A partial list of activities I now call work:

Build plastic nursery bed and germinate cucumber and vitamin-rich bitter gourd for off-season seedling production. Plant seedlings with mix of soil and compost; construct a trellis for upward growth. Integrate duck-duck-goose and red-rover-red-rover into variety of games with neighborhood children. Build two compost piles, one with a liquid solution called Effective Microorganisms (EM) and one without. Build a permagarden with and for community with one row of EM-compost and one without. Compare health of rows. Install drip irrigation system. Hang out, have tea, and represent the USA. Experiment with free, homemade liquid manures. Hike and visit/work with farmers. Plant oyster mushrooms in plastic bags with straw via a quick, less sanitary village method. Plant oyster mushrooms with a cleaner, longer, more scientific method. Compare yields of two methods.
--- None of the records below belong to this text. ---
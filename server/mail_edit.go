package server

import (
	"net/http"
	"net/url"
	"strconv"
	"strings"

	"github.com/labstack/echo/v4"

	"tripwell/export/digest"
	"tripwell/forms"
	"tripwell/store"
)

func (s *Server) mailEdit(c echo.Context) error {
	if err := wholeOrganisation(c); err != nil {
		return err
	}
	m, set, err := s.store.MailSettings()
	if err != nil {
		return err
	}
	if !set {
		m = store.MailSettings{Port: 587, TLS: store.MailStartTLS, Link: origin(c.Request())}
	}
	f, err := s.blankForm(map[string]string{"host": m.Host, "port": strconv.Itoa(m.Port), "tls": m.TLS, "user": m.User, "from": m.From, "link": m.Link, "trust": m.Trust, "witnesses": strings.Join(m.Witnesses, "\n")})
	if err != nil {
		return err
	}
	return s.mailBack(c, f, "")
}

// mailBack sends the page. The password never comes back: neither the one that is kept nor the one just typed.
func (s *Server) mailBack(c echo.Context, f *typedForm, said string) error {
	k := s.ink()
	secret, err := s.store.MailSecret()
	if err != nil {
		return err
	}
	hint := k.say("office.mail.secret_none")
	if secret != "" {
		hint = k.say("office.mail.secret_kept")
	}
	f.Del("secret")
	p := formPage{Frame: s.frame(c, k.say("office.mail.title"), "set-up"), Crumbs: []link{{Href: "/set-up", Text: k.say("office.setup.title")}}, Heading: k.say("office.mail.title"), Lead: k.say("office.mail.lead"),
		Action: "/mail", Submit: k.say("office.mail.save"), Cancel: "/set-up", Groups: []fieldGroup{
			{Legend: k.say("office.mail.group_server"), Fields: []field{
				{Name: "host", Label: k.say("office.mail.host"), Required: true}, {Name: "port", Label: k.say("office.mail.port"), Type: "number", Required: true},
				{Name: "tls", Label: k.say("office.mail.tls"), Options: choices("", store.MailStartTLS, k.say("office.mail.starttls"), store.MailTLS, k.say("office.mail.tls_first"), store.MailPlain, k.say("office.mail.plain")), Hint: k.say("office.mail.tls_hint")},
				{Name: "user", Label: k.say("office.mail.user"), Hint: k.say("office.mail.user_hint")}, {Name: "secret", Label: k.say("office.mail.secret"), Type: "password", Hint: hint},
				{Name: "forget", Label: k.say("office.mail.forget"), Type: "check"},
				{Name: "trust", Label: k.say("office.mail.trust"), Type: "text-area", Wide: true, Hint: k.say("office.mail.trust_hint")},
			}},
			{Legend: k.say("office.mail.group_message"), Fields: []field{{Name: "from", Label: k.say("office.mail.from"), Type: "email", Required: true}, {Name: "link", Label: k.say("office.mail.link"), Type: "url", Hint: k.say("office.mail.link_hint")}}},
			{Legend: k.say("office.witness.group"), Note: k.say("office.witness.note"), Fields: []field{{Name: "witnesses", Label: k.say("office.witness.list"), Type: "text-area", Wide: true, Hint: s.witnessed()}}},
			{Legend: k.say("office.mail.group_test"), Note: k.say("office.mail.test_note"), Fields: []field{{Name: "test_to", Label: k.say("office.mail.test_to"), Type: "email"}}},
		}}
	if said != "" {
		p.Said = said
	}
	return s.formBack(c, f, p)
}

// mailUpdate keeps the settings, and sends a test message with them where an address for it was typed.
func (s *Server) mailUpdate(c echo.Context) error {
	if err := wholeOrganisation(c); err != nil {
		return err
	}
	f, err := s.typedForm(c)
	if err != nil {
		return err
	}
	port, _ := strconv.Atoi(f.Get("port"))
	m := store.MailSettings{Host: f.line("host", 200), Port: port, TLS: f.Get("tls"), User: f.line("user", 200), From: f.line("from", 200), Link: f.line("link", 200), Trust: strings.TrimSpace(f.Get("trust")), Witnesses: strings.Fields(f.Get("witnesses"))}
	if m.Link != "" && !isWebAddress(m.Link) {
		f.refuse("link", s.words.Say("office.mail.link_bad"))
	}
	to := f.line("test_to", 200)
	if to != "" && !store.IsMailAddress(to) {
		f.refuse("test_to", s.words.Say("office.mail.to_bad"))
	}
	if f.ok() {
		if err := s.store.SetMailSettings(c.Request().Context(), m, mailSecret(f)); err != nil {
			if err := f.takeRefusal(err); err != nil {
				return err
			}
		}
	}
	if !f.ok() || to == "" {
		if f.ok() {
			return toPage(c, "/mail")
		}
		return s.mailBack(c, f, "")
	}
	return s.mailTest(c, f, m, to)
}

// witnessed tells what became of the last head for witnesses.
func (s *Server) witnessed() string {
	k := s.ink()
	w, err := s.store.Witnessed()
	switch {
	case err != nil || w.Month == 0:
		return k.say("office.witness.never")
	case w.Fault != "":
		return k.say("office.witness.failed", "day", k.day(forms.DayOf(w.At.UTC())), "text", w.Fault)
	}
	return k.say("office.witness.sent", "day", k.day(forms.DayOf(w.At.UTC())))
}

// mailSecret is what the form says of the password: nil = leave it.
func mailSecret(f *typedForm) *string {
	none := ""
	switch typed := f.Get("secret"); {
	case f.Get("forget") == "yes":
		return &none
	case typed != "":
		return &typed
	}
	return nil
}

func (s *Server) mailTest(c echo.Context, f *typedForm, m store.MailSettings, to string) error {
	k := s.ink()
	text := k.say("office.mail.test_text")
	err := s.send(c.Request().Context(), m, to, digest.Digest{Subject: k.say("office.mail.test_subject"), Text: text + "\n", HTML: "<p>" + text + "</p>"})
	if err != nil {
		f.refuse("test_to", k.say("office.mail.test_failed", "text", mailFault(err)))
		return s.mailBack(c, f, "")
	}
	f.Set("test_to", "")
	return s.mailBack(c, f, k.say("office.mail.test_sent", "to", to, "time", s.store.Now().UTC().Format(http.TimeFormat)))
}

func isWebAddress(s string) bool {
	u, err := url.Parse(s)
	return err == nil && (u.Scheme == "https" || u.Scheme == "http") && u.Host != "" && u.User == nil
}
Remember to smile more and exhibit strong mental health. Ideas for the near future: Plant trees to combat deforestation and erosion. Give nutrition and hand-washing trainings. Germinate coffee from seed and offer seedlings to orange farmers for inter-cropping. Air layer orange tree branches and plant nut trees in the valley. Make mead from abundant honey. Gauge farmers’ interest in a collection center for crops to market. Figure out what to do with all the trash.

Holi-day

I’ve been looking forward to a day known as Holi since I heard it is a holiday when bright powdered colors are thrown at everyone. I thought that it would be sort of like a mud or snowball fight from childhood but more colorful and much less painful (Sorry about that Grandfather Mountain iceball Andrew, and yes I realize that I was 21, and it was a close range shot.) So Holi came and went in Biruwa, and the festival passed much as others here had. Some kids shot me with water pistols, and some hot pink powder was politely applied to a specific part of my forehead, but most of the organized fun again involved paying an entrance fee and listening to an orator via a maxed-out loudspeaker (the Nepali seem to have no problem with max volume at any time) read the names of dignitaries and donators and how much money they paid. Bill Clinton got a shout out. I was pulled by the arm to the stage and publicly asked to formally donate a soccer ball I had brought to play with the kids. This is a volleyball-only town, but I’ll continue attempting to change that once I get another ball.  There was music and dancing too, but it feels forced when people grab me by the arm (lots of arm-pulling here), lead me into the middle of a human outlined circle, and then watch with mostly stern faces as I dance alone. I got down on it. During one of these dances, I realized that I needed to be the one to start the color madness, but I had no water or powder. Next time I’ll bring the colors, and this village will come away looking like hippy children. Or whatever makes them happy actually. The fair also had ample volleyball, balloons, and ice cream. Despite or maybe because of the lack of a great colorful mess, everyone seemed to enjoy the festival, and at night the Badahur’s watched it again on local cable.